Cabai rawit mengandung kapsaisin, senyawa pedas yang tak disukai hewan pengerat. Di lapangan, petani hanya perlu menghaluskan cabai, mencampurnya dengan air dan sedikit sabun cair sebagai perekat, lalu menyemprotkannya ke tandan atau batang sawit. Meski tidak mematikan, aroma dan rasa menyengat dari larutan cabai ini cukup untuk membuat tupai menjauh.

BACA JUGA: BPDP Luncurkan Katalog 100 Produk UKMK Sawit, Dorong Inovasi Serta Buka Peluang Ekonomi Daerah

“Ini bukan racun, tapi lebih ke penolak alami. Begitu tupai kena semprot atau mencium baunya, dia ogah balik lagi,” ujar Supardi, petani sawit di Dusun Gun Tembawang, Entikong. “Yang penting rutin, setiap beberapa hari sekali,” tambahnya dilansir InfoSAWIT darin KBRN RRI, Jumat (20/6/2025).

Tak hanya cabai, bawang putih pun menunjukkan efektivitas tinggi sebagai penolak hama berkat kandungan antibakteri dan aromanya yang tajam. Cara penggunaannya pun tak jauh berbeda: dihancurkan, dicampur air, dan disemprotkan pada area yang sering diserang tupai.

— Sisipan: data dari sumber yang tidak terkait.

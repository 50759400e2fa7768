"""When sampled controllers act: between other instants, over many of them, several at once."""

from __future__ import annotations

import numpy as np
import pytest

from linverify.core.errors import PlantError
from linverify.numerics.instants import Instants, Update, common_multiple, related, updated


def test_an_instant_is_met_within_rounding_and_never_before_the_first() -> None:
    instants = Instants(0.1, 0.03)
    assert instants.due(0.03)
    assert instants.due(0.1 * 12345 + 0.03)
    assert not instants.due(0.1)
    assert not instants.due(0.0300001)
    assert not Instants(0.1).due(-0.1)


@pytest.mark.parametrize("every, expected", [(0.3, [0.04, 0.14, 0.24]), (0.1, [0.04]), (0.05, [0.04])])
def test_phases_within_an_interval(every: float, expected: list[float]) -> None:
    assert Instants(0.1, 0.04).phases(every) == pytest.approx(expected)


def test_times_that_do_not_fit_are_refused() -> None:
    with pytest.raises(ValueError, match="do not fit"):
        Instants(0.1).phases(0.07)
    assert related(0.1, 0.7)
    assert not related(0.3, 0.7)


def test_the_common_multiple_of_sample_times() -> None:
    assert common_multiple([0.02, 0.05]) == pytest.approx(0.1)
    assert common_multiple([0.1, 0.1]) == 0.1
    with pytest.raises(ValueError, match="no short common multiple"):
        common_multiple([0.1, 0.1 * np.pi])


def test_a_column_that_fails_is_told_alone() -> None:
    def jump(t: float, x: np.ndarray, u: np.ndarray) -> np.ndarray:
        if (x > 1.0).any():
            raise PlantError("too large")
        return 2.0 * x

    x = np.array([[0.5, 2.0, 0.25]])
    after, errors = updated([Update(Instants(0.1), jump)], 0.2, 0.0, x, np.zeros((0, 3)))
    assert after[0, [0, 2]].tolist() == [1.0, 0.5]
    assert np.isnan(after[0, 1])
    assert list(errors) == [1]
    same, none = updated([Update(Instants(0.1), jump)], 0.15, 0.0, x, np.zeros((0, 3)))
    assert np.array_equal(same, x)
    assert not none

Beberapa petani bahkan bereksperimen mencampurkan cabai dan bawang putih dalam satu larutan. “Kalau dicampur, hasilnya lebih ‘nendang’. Tupai bisa kabur lebih lama,” tutur Beni, petani lainnya yang sudah mencoba metode ini sejak awal tahun.

BACA JUGA: BPDP, Ditjenbun, dan PT. CWE Latih Petani Sawit Untuk Dongkrak Produktivitas Kebun di Bengkulu Selatan

Selain dua bahan dapur tersebut, minyak kayu putih dan minyak serai wangi juga mulai digunakan. Aromanya yang kuat terbukti tidak disukai tupai. Cukup dicampur air atau diteteskan pada kapas dan ditempatkan di dekat pohon sawit, tupai enggan mendekat.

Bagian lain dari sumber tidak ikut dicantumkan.